An aerobraking maneuver performed with a tethered system has the benefit of increasing the drag for a given center of mass orbit by dropping the lower subsatellite into the denser atmosphere. While this concept has received significant attention in the literature, the exact means of controlling the attitude prior to the aerobraking fly-through has not been adequately treated. In particular, a scheme for repeated passes in elliptical orbits has not been developed, which would be required, for example, in a debris elimination system. This work uses tether reeling during the exoatmospheric flight in order to control the tether libration to target a desired state prior to the aerobraking trajectory.
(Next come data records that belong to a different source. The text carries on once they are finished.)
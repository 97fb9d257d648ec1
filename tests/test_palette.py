"""The palette: documented colours, told apart with common colour-vision deficiencies, and the
only module of the package with colour literals."""

import ast
import itertools
import pathlib
import re

import numpy as np
import pytest
from osculate import _palette as palette

PACKAGE = pathlib.Path(__file__).resolve().parents[1] / "python" / "osculate"
VISIONS = ("normal", "protan", "deutan")

# -- the grep: no colour literal outside _palette.py --------------------------------------------

HEX_WHOLE = re.compile(r"#(?:[0-9a-fA-F]{3,4}|[0-9a-fA-F]{6}|[0-9a-fA-F]{8})")
HEX_INSIDE = re.compile(r"#[0-9a-fA-F]{6}(?:[0-9a-fA-F]{2})?\b")
PLOT_FORMAT = re.compile(r"^[-.:o^v<>sp*hHd+xX|_1-4,]*[bgrcmykw][-.:o^v<>sp*hHd+xX|_1-4,]*$")
COLOUR_NAMES = {"c", "fc", "ec", "mfc", "mec", "bad", "under", "over"}


def is_colour_name(name):
    name = name.lower()
    return name in COLOUR_NAMES or "color" in name or "colour" in name


def colour_spec(node):
    """Whether an expression holds a literal colour: a colour string or an RGB(A) tuple."""
    from matplotlib.colors import is_color_like

    for sub in ast.walk(node):
        if isinstance(sub, ast.Constant) and isinstance(sub.value, str):
            if is_color_like(sub.value):
                return repr(sub.value)
        if isinstance(sub, (ast.Tuple, ast.List)) and len(sub.elts) in (3, 4):
            if all(
                isinstance(e, ast.Constant) and isinstance(e.value, (int, float)) for e in sub.elts
            ):
                return ast.unparse(sub)
    return None


def colour_literals(source):
    """(line, literal) of every colour literal in Python source.

    Hex colours in any string; and colour strings (named colours, grey levels such as "0.2",
    "tab:blue", "C0", "none"), RGB(A) tuples and plot format strings ("r--") where a colour
    goes: colour keywords (color=, facecolor=, ec=, ...), colour keys of dict literals, names
    assigned a colour, the arguments of set_*color* methods and plot's format string.
    """
    found = []
    for node in ast.walk(ast.parse(source)):
        if isinstance(node, ast.Constant) and isinstance(node.value, str):
            if HEX_WHOLE.fullmatch(node.value.strip()) or HEX_INSIDE.search(node.value):
                found.append((node.lineno, node.value))
        elif isinstance(node, ast.keyword) and node.arg and is_colour_name(node.arg):
            spec = colour_spec(node.value)
            if spec:
                found.append((node.value.lineno, f"{node.arg}={spec}"))
        elif isinstance(node, ast.Dict):
            for key, value in zip(node.keys, node.values):
                if isinstance(key, ast.Constant) and isinstance(key.value, str):
                    if is_colour_name(key.value) and (spec := colour_spec(value)):
                        found.append((value.lineno, f"{key.value!r}: {spec}"))
        elif isinstance(node, (ast.Assign, ast.AnnAssign)):
            targets = node.targets if isinstance(node, ast.Assign) else [node.target]
            names = [t.id for t in targets if isinstance(t, ast.Name)]
            if node.value is not None and any(is_colour_name(n) for n in names):
                if spec := colour_spec(node.value):
                    found.append((node.lineno, f"{names[0]} = {spec}"))
        elif isinstance(node, ast.Call) and isinstance(node.func, ast.Attribute):
            attr = node.func.attr
            if attr.startswith("set_") and is_colour_name(attr):
                for arg in node.args:
                    if spec := colour_spec(arg):
                        found.append((node.lineno, f"{attr}({spec})"))
            if attr == "plot":
                for arg in node.args:
                    if isinstance(arg, ast.Constant) and isinstance(arg.value, str):
                        if PLOT_FORMAT.match(arg.value):
                            found.append((node.lineno, f"plot(..., {arg.value!r})"))
    return found


@pytest.mark.parametrize(
    "snippet",
    [
        'INK = "#1d2330"',
        'x = f"{a}"; y = "#abc"',
        '"""Docs: draw it in #c2410c."""',
        'ax.plot(x, y, color="red")',
        'ax.scatter(x, y, facecolors="0.2")',
        "Circle((0, 0), 1, edgecolor=(0.1, 0.2, 0.3))",
        "ax.text(0, 0, 's', bbox={'facecolor': 'white', 'edgecolor': 'none'})",
        'colour = "tab:blue"',
        'line_color: str = "C1"',
        'ax.plot(x, y, "r--")',
        'line.set_color("k")',
        "cmap.with_extremes(bad=(0.5, 0.5, 0.5, 1.0))",
        'ax.scatter(x, y, c="xkcd:sky blue")',
        'ax.scatter(x, y, ec="none")',
    ],
)
def test_the_grep_finds_colour_literals(snippet):
    assert colour_literals(snippet), snippet


@pytest.mark.parametrize(
    "snippet",
    [
        'ax.plot(x, y, linestyle="none")',
        'plot.path(k, color="speed")',
        'open(p, "w")',
        "ax.plot(x, y, color=palette.INK)",
        'ax.scatter(x, y, c=values, cmap="viridis")',
        'Line2D([], [], marker="o", linestyle="none", markerfacecolor=palette.NONE)',
        'ax.plot(x, y, "--")',
        'text = "see issue #123 and commit 3ce06f0"',
    ],
)
def test_the_grep_passes_what_is_no_colour(snippet):
    assert not colour_literals(snippet), snippet


def test_no_colour_literals_outside_the_palette():
    # Every module, subpackages included (plot/, report/, ...).
    files = sorted(p for p in PACKAGE.rglob("*.py") if p.name != "_palette.py")
    # The modules that draw are checked: every plot's module and the shared layers.
    drawing = {p.name for p in files if p.parent.name == "plot"}
    assert {"_path.py", "_profile.py", "_gg.py", "_layers.py"} <= drawing
    offenders = [
        f"{p.relative_to(PACKAGE)}:{line}: {text}"
        for p in files
        for line, text in colour_literals(p.read_text(encoding="utf-8"))
    ]
    assert not offenders, "colour literals belong in _palette.py:\n" + "\n".join(offenders)


def test_the_palette_itself_is_seen_by_the_grep():
    # The same grep finds the palette's own literals: the test above is not vacuous.
    found = colour_literals((PACKAGE / "_palette.py").read_text(encoding="utf-8"))
    assert {text for _, text in found} >= {palette.INK, palette.LINE, *palette.REFERENCES}


# -- where each colour comes from --------------------------------------------------------------


def palette_hexes():
    """Every #rrggbb literal of the palette module."""
    source = (PACKAGE / "_palette.py").read_text(encoding="utf-8")
    return {
        node.value
        for node in ast.walk(ast.parse(source))
        if isinstance(node, ast.Constant)
        and isinstance(node.value, str)
        and re.fullmatch(r"#[0-9a-f]{6}", node.value)
    }


def test_every_colour_is_a_stated_grey_or_a_stated_colour_map_sample():
    from matplotlib import colormaps
    from matplotlib.colors import to_hex

    hexes = palette_hexes()
    assert len(hexes) >= 15
    for h in hexes:
        if h in palette.GREYS:
            lab = palette.cielab(h)
            assert abs(lab[1]) < 1e-6 and abs(lab[2]) < 1e-6, h  # neutral
            assert abs(lab[0] - palette.GREYS[h]) < 0.5, (h, lab[0])  # at the stated L*
        else:
            name, point = palette.SOURCES[h]
            assert name in {"viridis", "cividis", "plasma", "inferno", "magma"}
            assert to_hex(colormaps[name](point)) == h, (h, name, point)


def test_text_greys_are_readable_on_white():
    def luminance(colour):
        c = palette.to_rgb(colour)
        lin = np.where(c <= 0.04045, c / 12.92, ((c + 0.055) / 1.055) ** 2.4)
        return float(lin @ [0.2126, 0.7152, 0.0722])

    def contrast(a, b):  # WCAG 2 contrast ratio
        hi, lo = sorted([luminance(a), luminance(b)], reverse=True)
        return (hi + 0.05) / (lo + 0.05)

    assert contrast(palette.MUTED, palette.PAPER) >= 4.5  # the caution line, the subtitles
    assert contrast(palette.INK, palette.PAPER) >= 12.0


# -- the dichromat simulation ------------------------------------------------------------------


def test_simulation_keeps_white_black_and_blue():
    for kind in VISIONS:
        for c in ("#ffffff", "#000000", "#0000ff"):
            assert np.allclose(palette.simulate(c, kind), palette.to_rgb(c), atol=1e-9)
    with pytest.raises(ValueError, match="kind"):
        palette.simulate("#ffffff", "tritan")


def test_simulation_confuses_red_and_green_as_dichromats_do():
    for kind in ("protan", "deutan"):
        seen = palette.delta_e("#d62020", "#20a020", kind)
        assert seen < 0.4 * palette.delta_e("#d62020", "#20a020")
    # Blue against yellow stays clear for both.
    for kind in ("protan", "deutan"):
        assert palette.delta_e("#2020d0", "#e0e020", kind) > 70


def test_simulation_is_a_projection_onto_a_plane(rng):
    colours = rng.uniform(0.05, 0.95, size=(200, 3))
    for kind in ("protan", "deutan"):
        once = palette.simulate(colours, kind)
        inside = np.all((once > 0.001) & (once < 0.999), axis=1)  # away from clipping
        assert inside.sum() > 50
        twice = palette.simulate(once[inside], kind)
        assert np.allclose(twice, once[inside], atol=1e-6)
        # The simulated colours span a plane through black in linear RGB: rank 2.
        lin = np.where(once <= 0.04045, once / 12.92, ((once + 0.055) / 1.055) ** 2.4)
        s = np.linalg.svd(lin[inside], compute_uv=False)
        assert s[2] < 1e-6 * s[0]


# -- the sets stay apart for normal, protanope and deuteranope vision --------------------------


def over_white(colour, alpha):
    return alpha * palette.to_rgb(colour) + (1.0 - alpha)


def smallest_difference(colours):
    return min(
        palette.delta_e(a, b, kind)
        for kind in VISIONS
        for a, b in itertools.combinations(colours, 2)
    )


def test_glyph_and_reference_colours_stay_apart():
    glyphs = [*palette.GLYPHS.values(), palette.PAPER]
    assert smallest_difference(glyphs) >= palette.MIN_DELTA_E["GLYPHS"]
    references = [*palette.REFERENCES, palette.PAPER]
    assert smallest_difference(references) >= palette.MIN_DELTA_E["REFERENCES"]
    # The threshold means something: red against green falls far short for a deuteranope.
    assert smallest_difference(["#d62020", "#20a020"]) < palette.MIN_DELTA_E["REFERENCES"]


def test_flag_shadings_stay_apart_light_and_hatched():
    shades = [over_white(c, palette.FLAG_ALPHA) for c in palette.FLAGS.values()]
    band = over_white(palette.BAND, palette.BAND_ALPHA)
    white = palette.to_rgb(palette.PAPER)
    assert smallest_difference([*shades, band, white]) >= palette.MIN_DELTA_E["FLAGS"]
    assert min(palette.cielab(s)[0] for s in shades) >= 75.0  # curves stay readable on them
    assert (
        set(palette.FLAGS) == set(palette.HATCHES) == {f.name for f in __import__("osculate").Flag}
    )
    assert len(set(palette.HATCHES.values())) == len(palette.HATCHES)  # one pattern each


def test_element_shadings_and_the_model_stay_apart():
    # The kinds as shaded in a curvature diagram, with the band drawn over them and white.
    shades = [over_white(c, palette.ELEMENT_ALPHA) for c in palette.ELEMENTS.values()]
    band = over_white(palette.BAND, palette.BAND_ALPHA)
    white = palette.to_rgb(palette.PAPER)
    assert smallest_difference([*shades, band, white]) >= palette.MIN_DELTA_E["ELEMENTS"]
    assert min(palette.cielab(s)[0] for s in shades) >= 75.0  # the curves stay readable
    # The fitted model against the estimated curve, every tint and white.
    for other in [palette.LINE, *shades, white]:
        assert smallest_difference([palette.MODEL, other]) >= palette.MIN_DELTA_E["MODEL"]
    from osculate.elements import KINDS

    assert set(palette.ELEMENTS) == set(KINDS)
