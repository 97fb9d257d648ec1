"""osculate.plot.path: colours, frame glyphs and the fitted chain of elements."""

import numpy as np
import osculate as osc
import pytest
from matplotlib.quiver import Quiver
from osculate import plot
from plot_cases import (
    by_gid,
    chain_elements,
    circle_2d,
    clothoid_chain,
    distance_to_polyline,
    flagged_2d,
    helix_3d,
    rmf_helix,
)


def test_path_labels_and_colour_bar_units():
    p = plot.path(circle_2d(), color="curvature")
    assert (p.axes.get_xlabel(), p.axes.get_ylabel()) == ("x [m]", "y [m]")
    cbar = p.figure.axes[-1]
    assert cbar.get_ylabel() == "curvature κ [1/m]"
    p = plot.path(helix_3d(), color="speed", units={"length": "km", "time": "h"})
    assert p.axes.get_zlabel().startswith("z [km]")
    assert p.figure.axes[-1].get_ylabel() == "speed v [km/h]"
    p = plot.path(helix_3d(), color="torsion", units={"torsion": "rad/m"})
    assert p.figure.axes[-1].get_ylabel() == "torsion τ [rad/m]"


def test_path_colour_limits_are_robust_and_say_so():
    k = circle_2d()
    values = np.linspace(1.0, 2.0, len(k))
    values[200:202] = 1e3  # an isolated spike, as curvature shows near a stop
    p = plot.path(k, color=values, label="value")
    lc = p.axes.collections[0]
    assert 1.9 < lc.norm.vmax < 2.0  # clipped at the 99th percentile of the segments ...
    assert lc.colorbar.extend == "max"  # ... and the colour bar says so with an arrow
    exact = plot.path(k, color="speed")  # constant speed: nothing to clip, a narrow band
    norm = exact.axes.collections[0].norm
    assert exact.axes.collections[0].colorbar.extend == "neither"
    assert norm.vmin < 15.0 < norm.vmax and norm.vmax - norm.vmin < 0.2


def test_path_frame_glyphs_every_n_metres():
    k = circle_2d()  # arc length 50 · 0.3 · 20 = 300 m; the polyline through the samples is
    assert 299.9 < k.arclength[-1] < 300.0  # inscribed, a little shorter
    p = plot.path(k, frames_every=50.0)
    quivers = [c for c in p.axes.collections if isinstance(c, Quiver)]
    assert len(quivers) == 2  # T and N in 2-D
    # Glyphs at the first sample past s = 0, 50, ..., 250 m: 6 places.
    assert {len(q.X) for q in quivers} == {6}
    legend = [t.get_text() for t in p.figure.legends[0].get_texts()]
    assert "Frenet frame every 50 m" in legend and "N (normal)" in legend
    p3 = plot.path(helix_3d(), frames_every=5.0)
    labels = [t.get_text() for t in p3.figure.legends[0].get_texts()]
    assert {"T (tangent)", "N (normal)", "B (binormal)"} <= set(labels)
    with pytest.raises(osc.InputError, match="frames_every"):
        plot.path(k, frames_every=-1.0)


def test_path_tangent_glyphs_point_along_the_motion():
    k = circle_2d()
    p = plot.path(k, frames_every=100.0)
    t_glyph = next(c for c in p.axes.collections if isinstance(c, Quiver))
    got = np.column_stack([t_glyph.U, t_glyph.V])
    got /= np.linalg.norm(got, axis=1)[:, None]
    s = k.arclength
    rows = [int(np.argmax(s >= m)) for m in (0.0, 100.0, 200.0)]
    assert np.allclose(got, k.tangent[rows], atol=1e-12)


def test_path_undefined_values_are_grey_and_named():
    p = plot.path(flagged_2d(), color="torsion")  # planar: torsion NaN where no normal
    labels = [t.get_text() for t in p.figure.legends[0].get_texts()]
    assert "undefined" in labels


def test_path_colour_by_array_and_errors():
    k = circle_2d()
    p = plot.path(k, color=np.arange(len(k)), label="sample number")
    assert p.figure.axes[-1].get_ylabel() == "sample number"
    with pytest.raises(osc.InputError, match="color: expected 401 values"):
        plot.path(k, color=np.arange(3))
    with pytest.raises(osc.InputError, match="unknown or unavailable result 'colour'"):
        plot.path(k, color="colour")
    with pytest.raises(TypeError, match="Kinematics or a pandas DataFrame"):
        plot.path(np.zeros((3, 2)))


def test_glyph_legend_names_the_frame_drawn():
    frenet = [t.get_text() for t in plot.path(helix_3d(), frames_every=5.0).figure.legends[0].texts]
    assert {"T (tangent)", "N (normal)", "B (binormal)"} <= set(frenet)
    k = rmf_helix()
    assert k.frame == "rotation-minimizing"
    labels = [t.get_text() for t in plot.path(k, frames_every=5.0).figure.legends[0].texts]
    assert "N (normal)" not in labels and "B (binormal)" not in labels
    assert {"T (tangent)", "U (rotation-minimizing normal)", "V (T × U)"} <= set(labels)
    assert "rotation-minimizing frame every 5 m" in labels
    # In the plane too, and for a frame of df.osc.kinematics results (a twist column).
    t = np.linspace(0.0, 20.0, 401)
    xy = 50.0 * np.column_stack([np.cos(0.3 * t), np.sin(0.3 * t)])
    k2 = osc.kinematics(t, xy, frame="rotation-minimizing")
    labels = [t.get_text() for t in plot.path(k2, frames_every=50.0).figure.legends[0].texts]
    assert "U (rotation-minimizing normal)" in labels and "N (normal)" not in labels
    import pandas as pd

    df = pd.DataFrame({"t": t, "x": xy[:, 0], "y": xy[:, 1]})
    res = df.osc.kinematics(time="t", position=["x", "y"], keep=True, frame="rotation-minimizing")
    labels = [t.get_text() for t in plot.path(res, frames_every=50.0).figure.legends[0].texts]
    assert "U (rotation-minimizing normal)" in labels and "N (normal)" not in labels


@pytest.mark.parametrize("grade", [None, 0.03], ids=["2d", "3d"])
def test_path_draws_the_fitted_chain_within_1_cm_of_the_exact_one(grade):
    # Noise-free samples of the exact chain (clothoid_chain: Fresnel integrals); the drawn
    # chain is rebuilt from each element's start, heading, curvatures and length.
    from osculate.elements import KINDS

    k, el, pos = chain_elements(grade)
    p = plot.path(k, color=None, elements=el)
    drawn = {c.get_gid().split(":")[1]: c for c in by_gid(p.figure, "elements:")}
    assert set(drawn) == set(KINDS)
    lines = []
    for name, lc in drawn.items():
        segs = lc._segments3d if grade is not None else lc.get_segments()
        lines += [np.asarray(s, dtype=float) for s in segs]
        assert len(segs) == int(np.sum(el.kind_name == name))
    a = np.concatenate([s[:-1] for s in lines])
    b = np.concatenate([s[1:] for s in lines])
    # Every sample within 1 cm of the drawn chain (the brief's tolerance) ...
    assert distance_to_polyline(pos, a, b).max() < 0.01
    # ... and every drawn point within 1 cm of the exact path (sampled every 2 cm: chords of the
    # 80 m arc then stray 0.02² / (8·80) m, nothing against 1 cm).
    _, fine, _ = clothoid_chain(spacing=0.02, grade=grade)
    vertices = np.concatenate(lines)
    assert distance_to_polyline(vertices, fine[:-1], fine[1:]).max() < 0.01
    legend = [t.get_text() for t in p.figure.legends[0].get_texts()]
    assert "fitted spiral (clothoid, κ linear in s)" in legend
    # Dash patterns tell the kinds apart besides colour.
    styles = {name: str(lc.get_linestyle()) for name, lc in drawn.items()}
    assert len(set(styles.values())) == 3


def test_path_refuses_elements_of_another_dimension():
    k2, el2, _ = chain_elements()
    k3, el3, _ = chain_elements(0.03)
    with pytest.raises(osc.InputError, match="3-D"):
        plot.path(k2, elements=el3)
    with pytest.raises(osc.InputError, match="planar"):
        plot.path(k3, elements=el2)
The design of the control law requires numerical solution of nonlinear equations, but newly developed analytics provide an estimate that reduces computational time and increases the robustness of the algorithm. The results show that the nearly periodic state that is required for successive passes can be achieved for practical tether lengths and power requirements.

通过系留系统进行的空中制动演习具有以下优势：将下层卫星降落到更稠密的大气层中，从而增加了给定质心轨道的阻力。尽管这个概念在文献中受到了极大的关注，但是在进行空中制动飞越之前控制姿态的确切方法尚未得到充分的处理。特别地，还没有开发出用于在椭圆轨道上重复通过的方案，例如在碎片清除系统中将需要这种方案。这项工作在大气层飞行过程中使用了系绳绕线系统，以控制系绳释放，使其在气制动道之前达到所需状态。控制律的设计需要非线性方程的数值解，但是新开发的分析提供了一种估计，可以减少计算时间并提高算法的鲁棒性。结果表明，对于实际的系绳长度和功率要求，可以实现连续通过所需的近乎周期性的状态。